If we wanted to filter the data frame to remove rows with missing values in
Ozone, Solar.R, Wind, and Temp, we only need to make a small change.
airquality %>%
filter(across(Ozone:Temp, ~ !is.na(.)))
## # A tibble: 111 × 6 ## Ozone Solar.R Wind Temp Month Day ## <int> <int> <dbl> <int> <int> <int> ## 1 41 190 7.4 67 5 1 ## 2 36 118 8 72 5 2 ## 3 12 149 12.6 74 5 3 ## 4 18 313 11.5 62 5 4 ## 5 23 299 8.6 65 5 7 ## 6 19 99 13.8 59 5 8 ## 7 8 19 20.1 61 5 9 ## 8 16 256 9.7 69 5 12 ## 9 11 290 9.2 66 5 13 ## 10 14 274 10.9 68 5 14 ## # … with 101 more rows
The
across() function can also be used with mutate() if we want to apply the same transformation to multiple columns. For example, suppose we want to cycle through each column and replace all missing values (NAs) with zeros. We could use across() to accomplish this.
airquality %>%
mutate(across(Ozone:Temp, ~ replace_na(., 0)))

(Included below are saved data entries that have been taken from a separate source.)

/// Whether the 3x3 part of `m` is a rotation (orthonormal), so normals need no renormalizing.
fn is_rotation(m: &Matrix3<f64>) -> bool {
    (m.transpose() * m - Matrix3::identity()).abs().max() < 1e-6
}

fn clear_bins(bins: &mut Vec<Vec<u32>>, bands: usize) {
    if bins.len() != bands {
        bins.resize_with(bands, Vec::new);
    }
    for b in bins.iter_mut() {
        b.clear();
    }
}

fn setup_triangles(
    frame: &Frame,
    mesh: &SceneMesh,
    verts: &[[f32; 4]],
    job: &mut TriJob,
    bands: usize,
) {
    job.recs.clear();
    job.shades.clear();
    job.points.clear();
    clear_bins(&mut job.bins, bands);
    clear_bins(&mut job.point_bins, bands);
    let nmat = normal_matrix(&mesh.model);
    let rigid = is_rotation(&nmat);
    // Light direction in the mesh frame (exact for rotations; general path otherwise).
    let l_mesh = nmat.transpose() * frame.light_dir;
    let l_mesh = [l_mesh.x as f32, l_mesh.y as f32, l_mesh.z as f32];
    let nmat32 = nmat.map(|v| v as f32);
    let amb = frame.ambient;
    let (w, h) = (frame.width as f32, frame.height as f32);
    let wi = frame.width as u32;
    let nv = verts.len();
    let pos = &mesh.positions;
    let smooth = mesh.shading == Shading::Smooth;
    job.smooth = smooth;
    job.wire = mesh.wireframe;
    let tiny_ok = mesh.wireframe.is_none();
    for face in job.start..job.end {
        let [a, b, c] = mesh.triangles[face].map(|i| i as usize);
        if a >= nv || b >= nv || c >= nv {
            continue;
        }
        let (va, vb, vc) = (verts[a], verts[b], verts[c]);
        let area = (vb[0] - va[0]) * (vc[1] - va[1]) - (vb[1] - va[1]) * (vc[0] - va[0]);
        // Counter-clockwise in the world appears clockwise with y down: front faces have area < 0.
        // NaN keys mark vertices behind the near plane; NaN area fails the test too.
        if !(area < 0.0 || (!mesh.cull_back_faces && area > 0.0))
            || va[2].is_nan()
            || vb[2].is_nan()
            || vc[2].is_nan()
        {
            continue;
        }
        let rec0 = TriRec {
            x: [va[0], vb[0], vc[0]],
            y: [va[1], vb[1], vc[1]],
            key: [va[2], vb[2], vc[2]],
            color: Color::BLACK,
            face: face as u32,
        };
        let Some(bb) = pixel_bbox(&rec0, w, h) else {
            continue;
        };
        let xmin = va[0].min(vb[0]).min(vc[0]);
        let xmax = va[0].max(vb[0]).max(vc[0]);
        let ymin = va[1].min(vb[1]).min(vc[1]);
        let ymax = va[1].max(vb[1]).max(vc[1]);
        if xmin < -MAX_COORD_PX || ymin < -MAX_COORD_PX || xmax > MAX_COORD_PX || ymax > MAX_COORD_PX
        {
            continue;
        }
        let base = face_color(mesh, face);
        let (color, shade) = if smooth {
            (base, [va[3], vb[3], vc[3]])
        } else {
            let (pa, pb, pc) = (pos[a], pos[b], pos[c]);
            let e1 = [pb[0] - pa[0], pb[1] - pa[1], pb[2] - pa[2]];
            let e2 = [pc[0] - pa[0], pc[1] - pa[1], pc[2] - pa[2]];
            let n = [
                e1[1] * e2[2] - e1[2] * e2[1],
                e1[2] * e2[0] - e1[0] * e2[2],
                e1[0] * e2[1] - e1[1] * e2[0],
            ];
            let s = if rigid {
                let nn = n[0] * n[0] + n[1] * n[1] + n[2] * n[2];
                let nl = n[0] * l_mesh[0] + n[1] * l_mesh[1] + n[2] * l_mesh[2];
                if nn > 0.0 && nl > 0.0 {
                    amb + (1.0 - amb) * nl / nn.sqrt()
                } else {
                    amb
                }
            } else {
                let nw = nmat32 * nalgebra::Vector3::new(n[0], n[1], n[2]);
                let l = nw.norm();
                if l > 0.0 {
                    frame.shade(&(nw / l).map(|v| v as f64))
                } else {
                    amb
                }
            };
            (base.scaled(s), [s; 3])
        };
        let rec = TriRec { color, ..rec0 };
        let n_px = (bb[1] - bb[0] + 1) * (bb[3] - bb[2] + 1);
        if tiny_ok && n_px <= 4 {
            // Resolve coverage now: a few pixel records instead of a triangle to set up per band.
            let Some(st) = setup_edges(&rec, bb[0], bb[2], false) else {
                continue;
            };
            let sp = if smooth { plane(&rec, shade, bb[0], bb[2]) } else { None };
            for (yy, y) in (bb[2]..=bb[3]).enumerate() {
                for (xx, x) in (bb[0]..=bb[1]).enumerate() {
                    let (xx, yy) = (xx as i64, yy as i64);
                    let inside = (0..3).all(|k| st.e[k] + st.ex[k] * xx + st.ey[k] * yy >= 0);
                    if !inside {
                        continue;
                    }
                    let key = st.z + st.zx * xx as f32 + st.zy * yy as f32;
                    let col = match sp {
                        Some((gx, gy, s0)) => color.scaled(s0 + gx * xx as f32 + gy * yy as f32),
                        None => color,
                    };
                    let idx = job.points.len() as u32;
                    job.points.push(PointRec {
                        idx: y * wi + x,
                        key,
                        color: col,
                        face: face as u32,
                    });
                    job.point_bins[y as usize / BAND_H].push(idx);
                }
            }
            continue;
        }
        let idx = job.recs.len() as u32;
        job.recs.push(rec);
        if smooth {
            job.shades.push(shade);
        }
        for band in (bb[2] as usize / BAND_H)..=(bb[3] as usize / BAND_H) {
            job.bins[band].push(idx);
        }
    }
}

fn line_color_at(c: &LineColor, i: usize) -> Color {
    match c {
        LineColor::Uniform(c) => *c,
        LineColor::PerVertex(cs) => cs
            .get(i)
            .or_else(|| cs.last())
            .copied()
            .unwrap_or(Color::WHITE),
    }
}

fn setup_lines(frame: &Frame, src: &LineSrc, job: &mut LineJob, bands: usize) {
    job.segs.clear();
    if job.bins.len() != bands {
        job.bins.resize_with(bands, Vec::new);
    }
    for b in job.bins.iter_mut() {
        b.clear();
    }
    let rows = frame.screen_rows(&Matrix4::identity());
    let rows64 = rows.map(|r| Vector4::new(r[0] as f64, r[1] as f64, r[2] as f64, r[3] as f64));
    let m = frame.proj.clip_from_world;
    let v = frame.proj.view_from_world;
    let (w, h) = (frame.width as f64, frame.height as f64);
    // Full-precision screen rows (the f32 ones above are for meshes).
    let mut r = [Vector4::zeros(); 4];
    for c in 0..4 {
        r[0][c] = 0.5 * w * (m[(0, c)] + m[(3, c)]);
        r[1][c] = 0.5 * h * (m[(3, c)] - m[(1, c)]);
        r[2][c] = if frame.proj.perspective {
            m[(3, c)]
        } else {
            [0.0, 0.0, 0.0, 1.0][c]
        };
        r[3][c] = -v[(2, c)];
    }
    let _ = rows64;
    let near = frame.proj.near_m;
    let hw = (0.5 * src.width_px.max(1.0) * frame.scale).max(0.5);
    let dash = match src.dash {
        Some((on, off)) if on > 0.0 && off > 0.0 && on.is_finite() && off.is_finite() => {
            (on * frame.scale, off * frame.scale)
        }
        _ => (0.0, 0.0),
    };
    let hidden_alpha = match src.occluded {
        Occluded::Hidden => 0.0,
        Occluded::Faint(a) if a.is_finite() => a.clamp(0.0, 1.0),
        Occluded::Faint(_) => 0.0,
    };
    let mut s_acc = 0.0f32;
    let pts = src.points;
    for i in 1..pts.len() {
        let (pa, pb) = (Vector4::new(pts[i - 1][0], pts[i - 1][1], pts[i - 1][2], 1.0),
            Vector4::new(pts[i][0], pts[i][1], pts[i][2], 1.0));
        if !(pa.iter().chain(pb.iter()).all(|c| c.is_finite())) {
            continue;
        }
        let (mut ta, mut tb) = (0.0f64, 1.0f64);
        let (da, db) = (r[3].dot(&pa), r[3].dot(&pb));
        if frame.proj.perspective {
            if da <= near && db <= near {
                continue;
            }
            if da < near {
                ta = (near - da) / (db - da);
            } else if db < near {
                tb = (near - da) / (db - da);
            }
        }
        let qa = pa + (pb - pa) * ta;
        let qb = pa + (pb - pa) * tb;
        let proj = |q: &Vector4<f64>| {
            let wc = r[2].dot(q);
            (r[0].dot(q) / wc, r[1].dot(q) / wc, r[3].dot(q))
        };
        let (xa, ya, za) = proj(&qa);
        let (xb, yb, zb) = proj(&qb);
        if ![xa, ya, xb, yb].iter().all(|c| c.is_finite() && c.abs() < 1e7) {
            continue;
        }
        let seg_len = ((xb - xa).powi(2) + (yb - ya).powi(2)).sqrt() as f32;
        let ca = line_color_at(src.color, i - 1);
        let cb = line_color_at(src.color, i);
        let seg = SegRec {
            x0: xa as f32,
            y0: ya as f32,
            x1: xb as f32,
            y1: yb as f32,
            k0: frame.key_of_depth(za as f32),
            k1: frame.key_of_depth(zb as f32),
            c0: ca.lerp(cb, ta as f32),
            c1: ca.lerp(cb, tb as f32),
            hw,
            s0: s_acc,
            dash,
            hidden_alpha,
        };
        s_acc += seg_len;
        let pad = hw + 2.0;
        let ymin = (ya.min(yb) as f32 - pad).max(0.0);
        let ymax = (ya.max(yb) as f32 + pad).min(h as f32 - 1.0);
        let xmin = xa.min(xb) as f32 - pad;
        let xmax = xa.max(xb) as f32 + pad;
        if ymin > ymax || xmax < 0.0 || xmin > w as f32 {
            continue;
        }
        let idx = job.segs.len() as u32;
        job.segs.push(seg);
        for band in (ymin as usize / BAND_H)..=(ymax as usize / BAND_H).min(bands - 1) {
            job.bins[band].push(idx);
        }
    }
}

## # A tibble: 153 × 6 ## Ozone Solar.R Wind Temp Month Day ## <dbl> <dbl> <dbl> <dbl> <int> <int> ## 1 41 190 7.4 67 5 1 ## 2 36 118 8 72 5 2 ## 3 12 149 12.6 74 5 3 ## 4 18 313 11.5 62 5 4 ## 5 0 0 14.3 56 5 5 ## 6 28 0 14.9 66 5 6 ## 7 23 299 8.6 65 5 7 ## 8 19 99 13.8 59 5 8 ## 9 8 19 20.1 61 5 9 ## 10 0 194 8.6 69 5 10 ## # … with 143 more rows
Again, the
. is used as a stand-in for the name of the column. This expression essentially applies the replace_na() function to each of the columns between Ozone and Temp in the data frame.